Catching agent-introduced bugs: swallowed exceptions in AI-coded backends
AI agents write try/except blocks the way they learned to: cleanly, defensively, and without re-raising. The exception is gone. The endpoint returns 200 OK. Your error tracker is silent. The bug is in production for three weeks before a customer notices the wrong total.
20 seconds. AI coding agents have a measurable bias toward writing exception handlers that catch and discard. The endpoint returns a success code, the test passes, and the error tracker never sees the failure because nothing called capture_exception(). Four antipatterns account for most of it: empty except, bare except Exception with a default return, silent retries that exhaust without alerting, and the 200 OK with error body shape.
60 seconds. The fix is not bigger sampling at the tracker. The fix is at the handler. Every except block in agent-authored code should either log-and-re-raise or call capture_exception() with a context tag identifying that the error was caught. Tag agent-authored deploys with a release marker so you can compare swallowed-exception counts against a human-authored baseline. The June 2026 launch of @ZypherHQ's /backend-doctor is the first open-source linter specifically targeting this shape; the issue is real enough to have a tool category now.
This guide covers the four antipatterns, the linter rules that catch them at PR time, the tracker-side instrumentation that surfaces them in production, and the deploy-tagging pattern that lets you measure the actual blast radius of agent code on your error rate.
Why agent-authored code swallows exceptions
The training corpus is the explanation. Public code on GitHub contains an enormous volume of try/except blocks that exist to make a test green, smooth over a flaky integration, or quiet a noisy log. The shape is overrepresented relative to what a careful engineer would write today. An agent trained on that corpus learns the shape without inheriting the cost - because the cost lives in production incidents that never got written back to the public source.
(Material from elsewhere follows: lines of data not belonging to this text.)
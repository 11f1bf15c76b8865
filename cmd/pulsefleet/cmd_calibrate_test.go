package main

import (
	"bytes"
	"context"
	"encoding/json"
	"fmt"
	"github.com/pulsefleet/pulsefleet/internal/caution"
	"math"
	"os"
	"path/filepath"
	"strings"
	"testing"

	"github.com/pulsefleet/pulsefleet/internal/calibration"
)

// writeLinePairs writes noise-free pairs on SpO2 = 110 - 25 R (docs/references.md
// empirical line, common practice) for three subjects.
func writeLinePairs(t *testing.T) string {
	t.Helper()
	var b strings.Builder
	b.WriteString("ratio,reference_pct,subject\n")
	for s := 1; s <= 3; s++ {
		for i := 0; i < 30; i++ {
			r := 0.4 + 1.2*float64(i)/29 + 0.001*float64(s)
			fmt.Fprintf(&b, "%.6f,%.6f,bench-%d\n", r, 110-25*r, s)
		}
	}
	path := filepath.Join(t.TempDir(), "Proto B pairs.csv")
	if err := os.WriteFile(path, []byte(b.String()), 0o644); err != nil {
		t.Fatal(err)
	}
	return path
}

func runCmd(args ...string) (code int, stdout, stderr string) {
	var o, e bytes.Buffer
	code = run(context.Background(), args, stdio{in: strings.NewReader(""), out: &o, err: &e})
	return code, o.String(), e.String()
}

func TestCalibrateWritesCurveReportAndStats(t *testing.T) {
	pairs := writeLinePairs(t)
	dir := t.TempDir()
	out := filepath.Join(dir, "curve.yaml")
	report := filepath.Join(dir, "report")
	code, stdout, stderr := runCmd("calibrate", "--pairs", pairs, "--model", "linear", "--out", out,
		"--report", report, "--device-model", "proto-b")
	if code != 0 {
		t.Fatalf("exit %d: %s", code, stderr)
	}
	curve, err := calibration.Load(out)
	if err != nil {
		t.Fatal(err)
	}
	// Noise-free pairs on the empirical line come back as the line.
	if math.Abs(curve.Coefficients[0]-110) > 1e-6 || math.Abs(curve.Coefficients[1]+25) > 1e-6 {
		t.Errorf("coefficients %v, want [110 -25]", curve.Coefficients)
	}
	// Ratios span 0.401..1.603; the default margin widens that by 10 % of the span.
	if math.Abs(curve.RatioMin-(0.401-0.1202)) > 1e-6 || math.Abs(curve.RatioMax-(1.603+0.1202)) > 1e-6 {
		t.Errorf("valid range [%v, %v], want [0.2808, 1.7232]", curve.RatioMin, curve.RatioMax)
	}
	if code, _, stderr := runCmd("calibrate", "--pairs", pairs, "--model", "linear", "--out", out, "--range-margin", "0"); code != 0 {
		t.Fatalf("--range-margin 0: exit %d: %s", code, stderr)
	}
	if exact, err := calibration.Load(out); err != nil || exact.RatioMin != 0.401 || exact.RatioMax != 1.603 {
		t.Errorf("--range-margin 0: %v, range %v; want exactly [0.401, 1.603]", err, exact)
	}
	if curve.Name != "proto-b-pairs" || curve.DeviceModel != "proto-b" || curve.Version != 1 {
		t.Errorf("name %q device model %q version %d, want proto-b-pairs, proto-b, 1", curve.Name, curve.DeviceModel, curve.Version)
	}
	// The curve file and the stats carry the caution (docs/contracts.md,
	// "The caution on every output").
	if file, err := os.ReadFile(out); err != nil || !strings.HasPrefix(string(file), caution.Comment) {
		t.Errorf("curve file does not start with the caution line (%v):\n%s", err, file)
	}
	for _, want := range []string{"Arms %", "leave-one-subject-out", "bench-3", "mean predictor", "calibration file: " + out, caution.Line} {
		if !strings.Contains(stdout, want) {
			t.Errorf("stdout lacks %q:\n%s", want, stdout)
		}
	}
	for _, f := range []string{"curve.svg", "bland_altman.svg", "bland_altman_loso.svg", "report.html"} {
		if st, err := os.Stat(filepath.Join(report, f)); err != nil || st.Size() == 0 {
			t.Errorf("report file %s: %v", f, err)
		}
	}

	code, stdout, stderr = runCmd("calibrate", "--pairs", pairs, "--model", "quadratic", "--format", "json", "--name", "proto-b-q")
	if code != 0 {
		t.Fatalf("json: exit %d: %s", code, stderr)
	}
	var js struct {
		Curve struct{ Name string } `json:"curve"`
		LOSO  struct {
			Pooled struct {
				N       int     `json:"n"`
				ArmsPct float64 `json:"arms_pct"`
			} `json:"pooled"`
		} `json:"loso"`
	}
	if err := json.Unmarshal([]byte(stdout), &js); err != nil {
		t.Fatalf("stdout is not JSON: %v\n%s", err, stdout)
	}
	if js.Curve.Name != "proto-b-q" || js.LOSO.Pooled.N != 90 || js.LOSO.Pooled.ArmsPct > 1e-4 {
		t.Errorf("json: curve %q, loso n %d Arms %v; want proto-b-q, 90, ~0", js.Curve.Name, js.LOSO.Pooled.N, js.LOSO.Pooled.ArmsPct)
	}
}

func TestCalibrateUsageAndInputErrors(t *testing.T) {
	pairs := writeLinePairs(t)
	bad := filepath.Join(t.TempDir(), "bad.csv")
	if err := os.WriteFile(bad, []byte("ratio,reference_pct\n0.5,97\n0.6,abc\n"), 0o644); err != nil {
		t.Fatal(err)
	}
	for _, tc := range []struct {
		args []string
		code int
		want string
	}{
		{[]string{"calibrate", "--help"}, 0, "--pairs"},
		{[]string{"calibrate", "--model", "linear"}, 2, "--pairs: required"},
		{[]string{"calibrate", "--pairs", pairs, "--model", "cubic"}, 2, `--model: "cubic", want linear or quadratic`},
		{[]string{"calibrate", "--pairs", pairs, "--model", "linear", "--format", "xml"}, 2, "--format"},
		{[]string{"calibrate", "--pairs", bad, "--model", "linear"}, 1, `line 3: reference_pct: "abc" is not a number`},
		{[]string{"calibrate", "--pairs", pairs, "--model", "linear", "--name", "Bad Name"}, 1, "name:"},
	} {
		code, stdout, stderr := runCmd(tc.args...)
		if code != tc.code || !strings.Contains(stdout+stderr, tc.want) {
			t.Errorf("%v: exit %d, output %q; want exit %d and %q", tc.args, code, stdout+stderr, tc.code, tc.want)
		}
	}
}

// The camera-oximetry open data (Hoffman et al., npj Digit. Med. 5, 146
// (2022), MIT licence), one recording.
const cameraSubject2 = "../../testdata/camera-oximetry/subject-2"

func TestCalibratePairsFromRecording(t *testing.T) {
	out := filepath.Join(t.TempDir(), "pairs.csv")
	code, stdout, stderr := runCmd("calibrate", "pairs", "--raw", filepath.Join(cameraSubject2, "ppg_left.csv"),
		"--reference", filepath.Join(cameraSubject2, "reference.csv"), "--rate", "30", "--red-col", "r", "--ir-col", "g", "--out", out)
	if code != 0 {
		t.Fatalf("exit %d: %s", code, stderr)
	}
	// The summary says how many windows were kept and dropped, and why.
	for _, want := range []string{"(subject subject-2)", "pairs kept", "dropped", "reference not stable", "pairs written to " + out} {
		if !strings.Contains(stdout, want) {
			t.Errorf("summary lacks %q:\n%s", want, stdout)
		}
	}
	f, err := os.ReadFile(out)
	if err != nil {
		t.Fatal(err)
	}
	// The pairs file starts with the caution line; calibrate reads it as is.
	afterCaution(t, "pairs CSV", string(f))
	pairs, err := calibration.ReadPairs(bytes.NewReader(f))
	if err != nil {
		t.Fatal(err)
	}
	// 1121 s of recording in 30 s windows: at most 37 pairs; the study
	// lowered SpO2 towards 70 %, so the pairs span more than 10 %.
	lo, hi := 100.0, 0.0
	for _, p := range pairs {
		if p.Subject != "subject-2" {
			t.Fatalf("pair subject %q, want subject-2", p.Subject)
		}
		lo, hi = math.Min(lo, p.ReferencePct), math.Max(hi, p.ReferencePct)
	}
	if len(pairs) < 10 || len(pairs) > 37 || hi-lo < 10 {
		t.Errorf("%d pairs spanning %.1f-%.1f %%, want 10..37 spanning > 10 %%", len(pairs), lo, hi)
	}
}

func TestCalibratePairsUsage(t *testing.T) {
	for _, tc := range []struct {
		args []string
		want string
	}{
		{[]string{"calibrate", "pairs", "--reference", "r.csv", "--rate", "30"}, "--raw: required"},
		{[]string{"calibrate", "pairs", "--raw", "a.csv", "--rate", "30"}, "--reference: required"},
		{[]string{"calibrate", "pairs", "--raw", "a.csv", "--reference", "r.csv"}, "--rate: required"},
		{[]string{"calibrate", "pairs", "--raw", "a.csv", "--raw", "b.csv", "--reference", "r.csv", "--subject", "x", "--rate", "30"}, "--subject: 1 names for 2 --raw"},
	} {
		code, _, stderr := runCmd(tc.args...)
		if code != 2 || !strings.Contains(stderr, tc.want) {
			t.Errorf("%v: exit %d, %q; want exit 2 and %q", tc.args, code, stderr, tc.want)
		}
	}
	if code, _, stderr := runCmd("calibrate", "pairs", "--help"); code != 0 || !strings.Contains(stderr, "--reference") {
		t.Errorf("pairs --help: exit %d, %q", code, stderr)
	}
}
Three forces compound the bias. First, agents optimize for tests that pass. A bare except Exception with a default return value will make a flaky integration test go green; the agent will write it because the reward signal points there. Second, agent code is rarely accompanied by a postmortem on what happens when the caught exception fires in production. The agent sees the catch, not the silence that follows. Third, the agents are often graded on PR-merge velocity, which rewards code that looks defensive over code that surfaces the actual failure mode.
The result, observed across several teams running agent-assisted backend work in 2026, is a measurable increase in the rate of caught-and-discarded exceptions in services where agents are doing significant authorship. The 200-OK-with-error-body shape, which urgentry's own catalog of silent ingest failures documents at the tracker layer, shows up at the application layer in the same way. Same wire shape, different code path.
The four antipatterns
Most agent-introduced silent failures fall into one of four shapes. Each is detectable at PR time with a linter, and each leaves a measurable signature in production once you know what to look for.
1. The empty except
The most basic shape, and the one even early-2024-era agents got better at avoiding - but it still slips through, especially in language-model-generated test fixtures and retry wrappers.
try:
result = upstream_api.fetch(user_id)
except:
pass
return result # NameError if the try block failed
The exception is gone. The local variable is undefined. Depending on where this lives, the caller sees a NameError a few frames up, an unset attribute, or a default that quietly enters the data flow. None of those are tracked back to the original failure.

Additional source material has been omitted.